Detailed Description
PRIMARY OBJECTIVES: I. Compare TP53, FBXW7, and other mutated gene variant allele frequencies (VAF) in serial circulating cell free deoxyribonucleic acid (ccfDNA) samples obtained from patients with endometrial cancer subtypes during the primary treatment course, which may include pretreatment, post-surgical removal, post adjuvant treatment, and at time of recurrence. II. Compare the findings from the liquid biopsy mutational analysis to next generation sequencing from the primary tumor.

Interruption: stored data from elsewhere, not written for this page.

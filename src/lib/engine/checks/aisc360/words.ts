/**
 * Clauses, labels and notation of the AISC bases (LRFD and ASD): the words their rows and report
 * use. No Eurocode notation appears here: φMn, Lb, Cb, compact/noncompact, AISC 360-22 clauses.
 */
import type { BasisWords } from '../basis-types';
import type { AiscMethod } from './resistance';

const NOTATION: Record<AiscMethod, Record<string, string>> = {
	lrfd: {
		vEd: 'Vu',
		vRd: 'φvVn',
		mEd: 'Mu',
		mcr: 'Mcr',
		mbRd: 'φbMn',
		fEd: 'Ru',
		fRd: 'φRn'
	},
	asd: {
		vEd: 'Va',
		vRd: 'Vn/Ωv',
		mEd: 'Ma',
		mcr: 'Mcr',
		mbRd: 'Mn/Ωb',
		fEd: 'Ra',
		fRd: 'Rn/Ω'
	}
};

const fmt = (v: number | undefined) => String(Number((v ?? 0).toPrecision(4)));

/** A load factor as written before a load symbol: `1.2`, nothing for 1 (`D + L`). */
const coef = (v: number | undefined) => (v === 1 ? '' : fmt(v));

/** How the proposed load is factored: as live load, or by its own factor. */
const temporaryWords = (t: Record<string, number>) =>
	t.temporary === t.live
		? `the proposed temporary load as live load × ${fmt(t.temporary)}`
		: `the proposed temporary load × ${fmt(t.temporary)} (own factor)`;

/** The factor sentence of the report's assumptions. */
function describeFactors(method: AiscMethod, t: Record<string, number>): string {
	if (method === 'lrfd') {
		return (
			`Load combinations (ASCE 7-22 2.3.1): ${coef(t.deadAlone)}D (dead load alone: no live ` +
			`and no temporary load), and ${coef(t.dead)}D + ${coef(t.live)}L with ` +
			`${temporaryWords(t)}, existing live load patterned span ` +
			'by span; ' +
			'0.9D is not used (it belongs to the wind and seismic combinations, not to a ' +
			'gravity-only beam). Resistance factors φb = 0.90, φv = 1.00 for rolled I-shapes within ' +
			'G2.1(a) (0.90 otherwise), and the φ of each limit state of J10.'
		);
	}
	return (
		`Load combinations (ASCE 7-22 2.4.1): ${coef(t.deadAlone)}D (dead load alone), and ` +
		`${coef(t.dead)}D + ${coef(t.live)}L with ${temporaryWords(t)}, existing live load ` +
		'patterned span by span. ' +
		'Safety factors Ωb = 1.67, Ωv = 1.50 for rolled I-shapes within G2.1(a) (1.67 otherwise), ' +
		'and the Ω of each limit state of J10.'
	);
}

/**
 * The words of an AISC basis.
 * @example writeAiscWords('lrfd').notation.mbRd // 'φbMn'
 */
export function writeAiscWords(method: AiscMethod): BasisWords {
	const strength = method === 'lrfd' ? 'φbMn' : 'Mn/Ωb';
	return {
		short: method === 'lrfd' ? 'AISC 360-22 LRFD' : 'AISC 360-22 ASD',
		clauses: {
			plasticBending: 'AISC 360-22 Appendix 1 (inelastic analysis), F2.1',
			elasticPlasticSection: 'AISC 360-22 F2.1 (Mp = Fy·Zx), elastic analysis',
			elasticFirstYield: 'AISC 360-22 F3, F7, F8 (noncompact), elastic analysis',
			shear: 'AISC 360-22 G2.1, G4, G5',
			interaction: null,
			ltb: 'AISC 360-22 F2.2'
		},
		labels: {
			plasticBending: `Flexure: plastic collapse (φb = 0.90 on Mp)`,
			elasticPlasticSection: `Flexure: ${strength} of a compact section, elastic moments`,
			elasticFirstYield: `Flexure: ${strength} of a noncompact section, elastic moments`
		},
		hingeShearReduction: 'Hinge strength reduced for shear',
		stableLength: 'Lpd (AISC 360-22 Appendix 1, 1.3.2c)',
		notation: NOTATION[method],
		sectionRank: {
			1: 'compact, within λpd for plastic hinges',
			2: 'compact',
			3: 'noncompact',
			4: 'slender or not covered'
		},
		describeFactors: (t) => describeFactors(method, t),
		modulus: 'E = 29 000 ksi',
		plasticAssumption:
			'hinges need sections compact to λpd, Fy ≤ 65 ksi and the compression flange braced ' +
			'within Lpd next to each hinge (AISC 360-22 Appendix 1); LRFD only.',
		knownMpNotice:
			'The plastic moment was entered directly: confirm the section is compact to λpd ' +
			'(AISC 360-22 Appendix 1) and the value includes any section loss.',
		// Common practice for floors (span/360 live, span/240 total, as in IBC Table 1604.3).
		deflectionLimits: { temporary: 360, total: 240 },
		deflectionSource: 'common practice, not a code value'
	};
}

EXPLORATORY OBJECTIVES: I. To estimate the presence of malignant cells in the vagina before and after minimally invasive hysterectomy among patients with endometrial cancer. II. Characterize the immune profile and single cell ribonucleic acid (RNA) sequencing (scRNAseq) profile of endometrial cancer subtypes. III. Estimate time to progression (TTP), and investigate potential correlations between mutated gene variant allele frequency (VAF) ccfDNA samples and progression. IV. Compare the efficacy of experimental ccfDNA assays to approved ccfDNA assay using the same samples. OUTLINE: Patients undergo collection of blood samples for liquid biopsy during pre-treatment consultation before hysterectomy, after hysterectomy but before starting any chemotherapy, and at the end of last chemotherapy cycle. Patients also undergo collection of tissue samples during hysterectomy. Patients may also undergo Pap smears before and after hysterectomy.
Investigators
Eligibility Criteria
Inclusion Criteria
- •Women age 18 years and older
- •Histologic diagnosis of endometrial cancer
- •Candidate for primary surgical treatment or has recently had prior primary surgery
- •Willing and able to provide informed consent
Exclusion Criteria
- •Patients who have received prior treatment including chemotherapy or radiation therapy for endometrial cancer. Patients with prior primary surgery will be allowed to enroll in this trial if the patient has not received any chemotherapy or radiation at the time of enrollment. Note: patients with a history of other cancers may be enrolled after discussion with the PI if it is determined that they are at low risk for recurrence or metastasis.
Outcomes
Primary Outcomes
Proportion of circulating cell free deoxyribonucleic acid (ccfDNA) mutations
Time Frame: through study completion, an average of 1 year
The proportion of ccfDNA mutations determined by liquid biopsy will be calculated along with 95% confidence intervals, and comparison between treatment time points will be performed.